Thanks to Nakaya’s pioneering work, we know that certain atmospheric conditions, like temperature and humidity, can influence a snowflake’s shape. Star-like shapes form at -2 degrees Celsius and -15 degrees Celsius, while columns form at -5 degrees Celsius and again at around -30 degrees Celsius. And the higher the humidity, the more complex the shape. If the humidity is especially high, they can even form into long needles or large thin plates.
Kenneth Libbrecht, a physicist at Caltech, has been studying and photographing the formation of snowflakes for more than two decades. And like Nakaya, he also creates his own snowflakes in the lab, carefully using a small paintbrush to transfer the delicate structures to a glass slide, taking pictures with a digital camera mounted on a high-resolution microscope. He has documented the many kinds of snow crystals over the all those years, culminating in a 540-page monograph that has been called a tour de force of snowflake physics.
Most recently, in 2019, Libbrecht developed what he termed a “semi-empirical” model of the atomic processes at work to explain why there are two primary types of snowflakes: the iconic flat star, with either six or 12 points, and a column, sometimes sandwiched by flat caps and sometimes resembling a bolt from a hardware store. Libbrecht wanted to explore precisely what changes with the shifts in temperature. His model incorporates a phenomenon called surface-energy-driven molecular diffusion. Per Quanta:
A thin, flat crystal (either plate-like or starlike) forms when the edges rope in material more quickly than the crystal’s two faces. The burgeoning crystal will spread outward. However, when its faces grow faster than its edges, the crystal grows taller, forming a needle, hollow column or rod. According to Libbrecht’s model, water vapor first settles on the corners of the crystal, then diffuses over the surface either to the crystal’s edge or to its faces, causing the crystal to grow outward or upward, respectively. Which of these processes wins as various surface effects and instabilities interact depends mostly on temperature.

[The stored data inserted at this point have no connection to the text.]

function Catalogue({
  workshopId,
  airframeId,
  name,
  description,
  saved,
  canWrite,
}: {
  workshopId: string;
  airframeId: string;
  name: string;
  description: string | null;
  saved: ChannelDefinition[];
  canWrite: boolean;
}) {
  const [working, setWorking] = useState<ChannelDefinition[] | null>(null);
  const [editing, setEditing] = useState<number | "new" | null>(null);
  const [problems, setProblems] = useState<string[]>([]);
  const [done, setDone] = useState<string | null>(null);
  const replace = useReplaceChannels(workshopId, airframeId);
  const fileInput = useRef<HTMLInputElement>(null);
  const channels = working ?? saved;
  const drafts = channels.filter((c) => c.draft).length;

  function change(next: ChannelDefinition[]) {
    setWorking(next);
    setDone(null);
  }

  function save() {
    const checked = channelList.safeParse(channels);
    if (!checked.success) return setProblems(issuesOf(checked.error, ["channels"]));
    setProblems([]);
    replace.mutate(checked.data, {
      onSuccess: () => {
        setWorking(null);
        setDone("Catalogue saved.");
      },
    });
  }

  async function importFile(file: File) {
    setDone(null);
    let json: unknown;
    try {
      json = JSON.parse(await file.text());
    } catch (error) {
      return setProblems([`${file.name} is not JSON: ${(error as Error).message}`]);
    }
    const list = Array.isArray(json) ? json : (json as { channels?: unknown } | null)?.channels;
    const checked = channelList.safeParse(list);
    if (!checked.success) return setProblems([`${file.name} was not loaded:`, ...issuesOf(checked.error, ["channels"])]);
    setProblems([]);
    change(checked.data);
    setDone(`${checked.data.length} channels loaded from ${file.name}. Check them, then save the catalogue.`);
  }

  return (
    <div className="flex flex-col gap-5">
      <header className="flex flex-wrap items-start justify-between gap-4">
        <div>
          <p className="text-sm text-ink-soft">
            <Link to={`/w/${workshopId}/recordings/airframes`} className="underline">Airframes</Link> / channel catalogue
          </p>
          <h2 className="text-xl font-bold tracking-tight">{name}</h2>
          {description && <p className="text-sm text-ink-soft">{description}</p>}
          <p className="mt-1 text-sm">
            {channels.length} channels
            {drafts > 0 && (
              <span className="ml-2 text-ink">
                <span aria-hidden="true">◇ </span>
                {drafts} {drafts === 1 ? "draft" : "drafts"} to confirm
              </span>
            )}
          </p>
        </div>
        <div className="flex flex-wrap items-center gap-2">
          <a href={catalogueDownloadUrl(workshopId, airframeId)} download className="rounded-md border border-rule bg-card px-3 py-2 text-sm font-semibold text-ink no-underline hover:bg-paper">
            Export catalogue JSON
          </a>
          {canWrite && (
            <>
              <Button onClick={() => fileInput.current?.click()}>Import catalogue JSON</Button>
              <input
                ref={fileInput}
                type="file"
                accept=".json,application/json"
                aria-label="Catalogue JSON file"
                className="hidden"
                onChange={(e) => {
                  const f = e.target.files?.[0];
                  e.target.value = "";
                  if (f) void importFile(f);
                }}
              />
              {drafts > 0 && (
                <Button onClick={() => change(channels.map((c) => ({ ...c, draft: undefined })))}>Confirm every draft</Button>
              )}
              <Button onClick={() => setEditing("new")} disabled={editing !== null}>Add a channel</Button>
            </>
          )}
        </div>
      </header>

      {working && (
        <div role="status" className="sticky top-2 z-10 flex flex-wrap items-center justify-between gap-3 rounded-md border border-amber bg-amber/10 px-4 py-2 text-sm">
          <span>
            <span aria-hidden="true" className="mr-1 font-mono">◆</span>
            Unsaved changes to the catalogue.
          </span>
          <span className="flex gap-2">
            <Button tone="primary" disabled={replace.isPending || editing !== null} onClick={save}>
              {replace.isPending ? "Saving…" : "Save catalogue"}
            </Button>
            <Button onClick={() => { setWorking(null); setEditing(null); setProblems([]); }}>Discard</Button>
          </span>
        </div>
      )}
      {problems.length > 0 && (
        <div role="alert" className="rounded-md border border-bad/40 bg-bad/5 px-3 py-2 text-sm text-bad">
          <ul className="flex flex-col gap-0.5">
            {problems.map((p, i) => (
              <li key={i}><span aria-hidden="true" className="mr-1 font-mono">▲</span>{p}</li>
            ))}
          </ul>
        </div>
      )}
      <ErrorNote error={replace.error} />
      {done && <DoneNote>{done}</DoneNote>}

      <Card>
        <div className="overflow-x-auto">
          <table className="w-full text-left text-sm" aria-label="Channel catalogue">
            <thead className="border-b border-rule text-ink-soft">
              <tr>
                <th className="py-2 pr-3 font-semibold">Channel</th>
                <th className="py-2 pr-3 font-semibold">Kind</th>
                <th className="py-2 pr-3 font-semibold">Unit</th>
                <th className="py-2 pr-3 font-semibold">Range or values</th>
                <th className="py-2 pr-3 font-semibold">Description</th>
                <th className="py-2 pr-3 font-semibold">State</th>
                {canWrite && <th className="py-2 font-semibold"><span className="sr-only">Actions</span></th>}
              </tr>
            </thead>
            <tbody>
              {editing === "new" && (
                <EditRow
                  initial={null}
                  others={channels}
                  onCancel={() => setEditing(null)}
                  onApply={(c) => {
                    change([...channels, c]);
                    setEditing(null);
                  }}
                />
              )}
              {channels.length === 0 && editing !== "new" && (
                <tr>
                  <td colSpan={7} className="py-6 text-center text-ink-soft">
                    The catalogue is empty. Add channels, import a catalogue JSON, or upload a recording with “add unknown channels as drafts”.
                  </td>
                </tr>
              )}
              {channels.map((c, i) =>
                editing === i ? (
                  <EditRow
                    key={c.name}
                    initial={c}
                    others={channels.filter((_, j) => j !== i)}
                    onCancel={() => setEditing(null)}
                    onApply={(next) => {
                      change(channels.map((old, j) => (j === i ? next : old)));
                      setEditing(null);
                    }}
                  />
                ) : (
                  <tr key={c.name} className={`border-b border-rule/60 last:border-0 ${c.draft ? "bg-paper/70" : ""}`}>
                    <td className="py-1.5 pr-3 font-mono">{c.name}</td>
                    <td className="py-1.5 pr-3">{c.kind}</td>
                    <td className="py-1.5 pr-3">{c.unit ?? "–"}</td>
                    <td className="py-1.5 pr-3 font-mono text-xs">{describeRange(c)}</td>
                    <td className="py-1.5 pr-3 text-ink-soft">{c.description ?? ""}</td>
                    <td className="py-1.5 pr-3 whitespace-nowrap">
                      {c.draft ? (
                        <span className="inline-block rounded-sm border border-dashed border-ink/60 px-1.5 py-0.5 font-mono text-[11px] tracking-widest uppercase" title="First seen in an import; confirm its kind, unit and range">
                          ◇ draft
                        </span>
                      ) : (
                        <span className="text-ink-soft">confirmed</span>
                      )}
                    </td>
                    {canWrite && (
                      <td className="py-1.5 text-right whitespace-nowrap">
                        <span className="inline-flex gap-1.5">
                          {c.draft && (
                            <Button className="px-2 py-1 text-xs" aria-label={`Confirm ${c.name}`} onClick={() => change(channels.map((old, j) => (j === i ? { ...old, draft: undefined } : old)))}>
                              Confirm
                            </Button>
                          )}
                          <Button className="px-2 py-1 text-xs" aria-label={`Edit ${c.name}`} disabled={editing !== null} onClick={() => setEditing(i)}>
                            Edit
                          </Button>
                          <Button tone="danger" className="px-2 py-1 text-xs" aria-label={`Remove ${c.name}`} disabled={editing !== null} onClick={() => change(channels.filter((_, j) => j !== i))}>
                            Remove
                          </Button>
                        </span>
                      </td>
                    )}
                  </tr>
                ),
              )}
            </tbody>
          </table>
        </div>
      </Card>
      <p className="text-xs text-ink-soft">
        Changes apply to new imports and captures; recordings already stored keep the channels they were made with.
      </p>
    </div>
  );
}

With this latest work, Gaston and her colleagues extended the analogy of ice snowflakes to metals. They dissolved samples of nickel, copper, zinc, tin, platinum, bismuth, silver, and aluminum in gallium, which turns liquid at just above room temperature, making it an excellent liquid solvent for the experiments. Once everything cooled, the metallic crystals formed but the gallium remained liquid. They were able to extract the metallic crystals by reducing the surface tension of the gallium solvent—achieved via a combination of electrocapillary modulation and vacuum filtration—and carefully documented the different morphologies of each.

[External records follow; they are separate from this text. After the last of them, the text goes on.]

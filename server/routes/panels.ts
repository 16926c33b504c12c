import { createHash, randomBytes, randomUUID } from "node:crypto";
import { Readable } from "node:stream";
import { Router, type Request } from "express";
import { and, asc, desc, eq } from "drizzle-orm";
import { z, ZodError } from "zod";
import {
  copyPanelBody,
  createPanelBody,
  createTokenBody,
  elementIdParam,
  expectedQuery,
  listPanelsQuery,
  MOTION_MAX_STRETCHES,
  motionQuery,
  markersBody,
  mirrorPanelBody,
  renamePanelBody,
  replacePanelBody,
  type CreatedTokenView,
  type DeviceTokenView,
  type ExpectedView,
  type MotionView,
  type PanelDetail,
  type PanelSummary,
} from "../../shared/api/panels";
import { entityId } from "../../shared/api/workshops";
import { applyTransform } from "../../shared/elements/bindings";
import { accelerationDegreesPerSecond2, maxDegreesPerSecond, motionDemand, type ValueSample } from "../../shared/elements/scale";
import { expectTimelinesInTurns, panelCoverage } from "../../shared/expect";
import { deviceHeader, exportPanelJson, mirrorPanel, panel as panelSchema, panelChannels, type Panel } from "../../shared/panel";
import type { Database } from "../db/client";
import { airframe, deviceToken, panel, recording, user } from "../db/schema";
import { requireActor, requireMembership, type Services } from "../http/context";
import { HttpError, forbidden, notFound } from "../http/errors";
import { parseBody, parseParams, parseQuery } from "../http/validate";
import { authorize } from "../policies/actor";
import { panelPolicy } from "../policies/panel";
import { kindCounts, mirrorNames, suffixedSlug, validDefinition, withPhotoKey, withoutPhotoKey } from "../panels/definition";
import { photoExtension, preparePhoto, readRawBody } from "../panels/photo";
import { recordingColumnsOf } from "../recordings/read";
import { nextTurn } from "../turns";
import { findAirframe } from "./airframes";

const workshopParams = z.object({ workshopId: entityId });
const panelParams = workshopParams.extend({ panelId: entityId });
const tokenParams = panelParams.extend({ tokenId: entityId });
const elementParams = panelParams.extend({ elementId: elementIdParam });

const summaryColumns = {
  id: panel.id,
  slug: panel.slug,
  name: panel.name,
  airframeId: panel.airframeId,
  airframeName: airframe.name,
  definition: panel.definition,
  photoKey: panel.photoKey,
  photoType: panel.photoType,
  mirrorOf: panel.mirrorOf,
  createdBy: user.name,
  updatedAt: panel.updatedAt,
};

type PanelRow = {
  id: string;
  slug: string;
  name: string;
  airframeId: string;
  airframeName: string;
  definition: Panel;
  photoKey: string | null;
  photoType: string | null;
  mirrorOf: string | null;
  createdBy: string | null;
  updatedAt: Date;
};

function summaryOf(row: PanelRow): PanelSummary {
  return {
    id: row.id,
    slug: row.slug,
    name: row.name,
    airframeId: row.airframeId,
    airframeName: row.airframeName,
    elementCount: row.definition.elements.length,
    placeholderCount: row.definition.elements.filter((e) => e.placeholder).length,
    kinds: kindCounts(row.definition),
    hasPhoto: row.photoKey !== null,
    mirrorOf: row.mirrorOf,
    createdBy: row.createdBy,
    updatedAt: row.updatedAt.toISOString(),
  };
}

function detailOf(row: PanelRow): PanelDetail {
  return { ...summaryOf(row), definition: row.definition };
}

function tokenViewOf(row: typeof deviceToken.$inferSelect): DeviceTokenView {
  return {
    id: row.id,
    label: row.label,
    createdAt: row.createdAt.toISOString(),
    lastUsedAt: row.lastUsedAt?.toISOString() ?? null,
    revokedAt: row.revokedAt?.toISOString() ?? null,
  };
}

function uniqueViolation(error: unknown): boolean {
  const e = error as { code?: string; cause?: { code?: string } };
  return e?.code === "23505" || e?.cause?.code === "23505";
}

function slugTaken(slug: string, path = "body.definition.id"): HttpError {
  return new HttpError("conflict", `This workshop already has a panel "${slug}".`, [
    { path, message: `"${slug}" is already the identifier of another panel in this workshop` },
  ]);
}

/** A file name from a slug (lowercase letters, digits and dashes already). */
const fileBase = (slug: string) => slug.replace(/[^a-z0-9-]+/g, "-") || "panel";

/** SHA-256 of a device token, hex: what the database keeps instead of the token. */
export function hashDeviceToken(token: string): string {
  return createHash("sha256").update(token, "utf8").digest("hex");
}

Next they conducted simulations of the molecular dynamics to determine why different metals produced differently shaped crystals: cubes, rods, hexagonal plates, and in the case of zinc, a snowflake structure. They found that it all comes down to the interactions between the atomic structure of the metals and the liquid gallium. “What we are learning is that the structure of the liquid gallium is very important,” said Gaston. “That’s novel because we usually think of liquids as lacking structure or being only randomly structured.”
DOI: Science, 2022. 10.1126/science.abm2731 (About DOIs).